Each line below should be written out exactly, with none skipped.
*** ENTRIES PROVIDED ***
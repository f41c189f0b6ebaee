import { afterAll, beforeAll, expect, it } from 'vitest';
import { countedDatabase, type Caller, type CountedDatabase } from '../../support/countedDatabase';
import { openTestDatabase, type TestDatabase } from '../../support/database';
import { LoadClient, outcomes, served, type Hit } from '../../support/LoadClient';
import { startServiceProcess, type ServiceProcess } from '../../support/serviceProcess';

const ROUNDS = 3;
/** Calls under way at a time, on each process. */
const WIDTH = 32;
/** Answers after which a process is killed; the rounds differ, so that the blow falls elsewhere. */
const UNTIL = [150, 333, 512];

let database: TestDatabase;
let counted: CountedDatabase;
let steady: ServiceProcess;
let client: LoadClient;

beforeAll(async () => {
  database = await openTestDatabase();
  counted = countedDatabase(database.ownerUrl);
  client = new LoadClient();
  steady = await startServiceProcess(database);
}, 60_000);
afterAll(async () => {
  client.close();
  await steady.stop();
  await counted.close();
  await database.drop();
}, 30_000);

/** Keeps calls coming, on `WIDTH` connections, until one of them breaks or it is told to stop. */
function keepAsking(url: string, { keys: [key = ''] }: Caller) {
  const hits: Hit[] = [];
  let isOver = false;
  const work = async () => {
    while (!isOver) {
      const hit = await client.ask({ url, key });
      hits.push(hit);
      if (hit.status === null) isOver = true;
    }
  };
  const done = Promise.all(Array.from({ length: WIDTH }, work));
  const stop = async () => {
    isOver = true;
    await done;
  };
  return { hits, stop, done };
}

async function until(isThere: () => boolean | Promise<boolean>, what: string): Promise<void> {
  const end = performance.now() + 15_000;
  while (!(await isThere())) {
    if (performance.now() > end) throw new Error(`${what} did not happen`);
    await new Promise((resolve) => setTimeout(resolve, 2));
  }
}

/** The database ends what a dead process had sent before its connections are gone. */
const isSettled = async () => {
  const [row] = await counted.sql<{ busy: string }>(
    `SELECT count(*) AS busy FROM pg_stat_activity
     WHERE datname = current_database() AND application_name = 'evenfall-counting' AND state <> 'idle'`,
  );
  return row?.busy === '0';
};

it('that is killed in mid-load has counted all that it served, and no more beside than was under way', async () => {
  for (let round = 0; round < ROUNDS; round += 1) {
    const victim = await startServiceProcess(database);
    const caller = await counted.caller({ units: 1_000_000 });
    const beside = await counted.caller({ units: 1_000_000 });
    const dying = keepAsking(victim.url, caller);
    const living = keepAsking(steady.url, beside);
    await until(() => dying.hits.length >= (UNTIL[round] ?? 0), 'enough answers');
    const inFlight = client.inFlight(victim.url);
    await victim.kill();
    await dying.done;
    await living.stop();
    await until(isSettled, 'an end of the statements');
    const used = await counted.used(caller);
    const answered = served(dying.hits).length;
    process.stdout.write(
      `  kill -9, round ${round + 1}: ${answered} served, ${used} counted: ${used - answered} over; bound: ${inFlight} in flight\n`,
    );
    expect(answered).toBeGreaterThanOrEqual((UNTIL[round] ?? 0) - WIDTH);
    expect(used).toBeGreaterThanOrEqual(answered);
    expect(used - answered).toBeLessThanOrEqual(inFlight);
    // The process beside it went on, undisturbed and exact.
    expect(outcomes(living.hits)).toEqual({ '200': living.hits.length });
    expect(await counted.used(beside)).toBe(living.hits.length);
  }
}, 60_000);

it('that is asked to stop in mid-load answers what it took, to the last call, and counts no other', async () => {
  const leaving = await startServiceProcess(database);
  const caller = await counted.caller({ units: 1_000_000 });
  const load = keepAsking(leaving.url, caller);
  await until(() => load.hits.length >= 200, 'enough answers');
  const askedMs = performance.now();
  const code = await leaving.stop();
  const tookMs = performance.now() - askedMs;
  await load.stop();
  const used = await counted.used(caller);
  process.stdout.write(
    `  stopped: ${served(load.hits).length} served, ${used} counted, gone after ${Math.round(tookMs)} ms\n`,
  );
  expect(code).toBe(0);
  expect(used).toBe(served(load.hits).length);
  expect(tookMs).toBeLessThan(4_000);
}, 60_000);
***
- [EXERCISE RESULT]:
repository f41c189f0b6ebaee
import { afterAll, beforeAll, expect, it } from 'vitest';
import { countedDatabase, type Caller, type CountedDatabase } from '../../support/countedDatabase';
import { openTestDatabase, type TestDatabase } from '../../support/database';
import { LoadClient, outcomes, served, type Hit } from '../../support/LoadClient';
import { startServiceProcess, type ServiceProcess } from '../../support/serviceProcess';

const ROUNDS = 3;
/** Calls under way at a time, on each process. */
const WIDTH = 32;
/** Answers after which a process is killed; the rounds differ, so that the blow falls elsewhere. */
const UNTIL = [150, 333, 512];

let database: TestDatabase;
let counted: CountedDatabase;
let steady: ServiceProcess;
let client: LoadClient;

beforeAll(async () => {
  database = await openTestDatabase();
  counted = countedDatabase(database.ownerUrl);
  client = new LoadClient();
  steady = await startServiceProcess(database);
}, 60_000);
afterAll(async () => {
  client.close();
  await steady.stop();
  await counted.close();
  await database.drop();
}, 30_000);

/** Keeps calls coming, on `WIDTH` connections, until one of them breaks or it is told to stop. */
function keepAsking(url: string, { keys: [key = ''] }: Caller) {
  const hits: Hit[] = [];
  let isOver = false;
  const work = async () => {
    while (!isOver) {
      const hit = await client.ask({ url, key });
      hits.push(hit);
      if (hit.status === null) isOver = true;
    }
  };
  const done = Promise.all(Array.from({ length: WIDTH }, work));
  const stop = async () => {
    isOver = true;
    await done;
  };
  return { hits, stop, done };
}

async function until(isThere: () => boolean | Promise<boolean>, what: string): Promise<void> {
  const end = performance.now() + 15_000;
  while (!(await isThere())) {
    if (performance.now() > end) throw new Error(`${what} did not happen`);
    await new Promise((resolve) => setTimeout(resolve, 2));
  }
}

/** The database ends what a dead process had sent before its connections are gone. */
const isSettled = async () => {
  const [row] = await counted.sql<{ busy: string }>(
    `SELECT count(*) AS busy FROM pg_stat_activity
     WHERE datname = current_database() AND application_name = 'evenfall-counting' AND state <> 'idle'`,
  );
  return row?.busy === '0';
};

it('that is killed in mid-load has counted all that it served, and no more beside than was under way', async () => {
  for (let round = 0; round < ROUNDS; round += 1) {
    const victim = await startServiceProcess(database);
    const caller = await counted.caller({ units: 1_000_000 });
    const beside = await counted.caller({ units: 1_000_000 });
    const dying = keepAsking(victim.url, caller);
    const living = keepAsking(steady.url, beside);
    await until(() => dying.hits.length >= (UNTIL[round] ?? 0), 'enough answers');
    const inFlight = client.inFlight(victim.url);
    await victim.kill();
    await dying.done;
    await living.stop();
    await until(isSettled, 'an end of the statements');
    const used = await counted.used(caller);
    const answered = served(dying.hits).length;
    process.stdout.write(
      `  kill -9, round ${round + 1}: ${answered} served, ${used} counted: ${used - answered} over; bound: ${inFlight} in flight\n`,
    );
    expect(answered).toBeGreaterThanOrEqual((UNTIL[round] ?? 0) - WIDTH);
    expect(used).toBeGreaterThanOrEqual(answered);
    expect(used - answered).toBeLessThanOrEqual(inFlight);
    // The process beside it went on, undisturbed and exact.
    expect(outcomes(living.hits)).toEqual({ '200': living.hits.length });
    expect(await counted.used(beside)).toBe(living.hits.length);
  }
}, 60_000);

it('that is asked to stop in mid-load answers what it took, to the last call, and counts no other', async () => {
  const leaving = await startServiceProcess(database);
  const caller = await counted.caller({ units: 1_000_000 });
  const load = keepAsking(leaving.url, caller);
  await until(() => load.hits.length >= 200, 'enough answers');
  const askedMs = performance.now();
  const code = await leaving.stop();
  const tookMs = performance.now() - askedMs;
  await load.stop();
  const used = await counted.used(caller);
  process.stdout.write(
    `  stopped: ${served(load.hits).length} served, ${used} counted, gone after ${Math.round(tookMs)} ms\n`,
  );
  expect(code).toBe(0);
  expect(used).toBe(served(load.hits).length);
  expect(tookMs).toBeLessThan(4_000);
}, 60_000);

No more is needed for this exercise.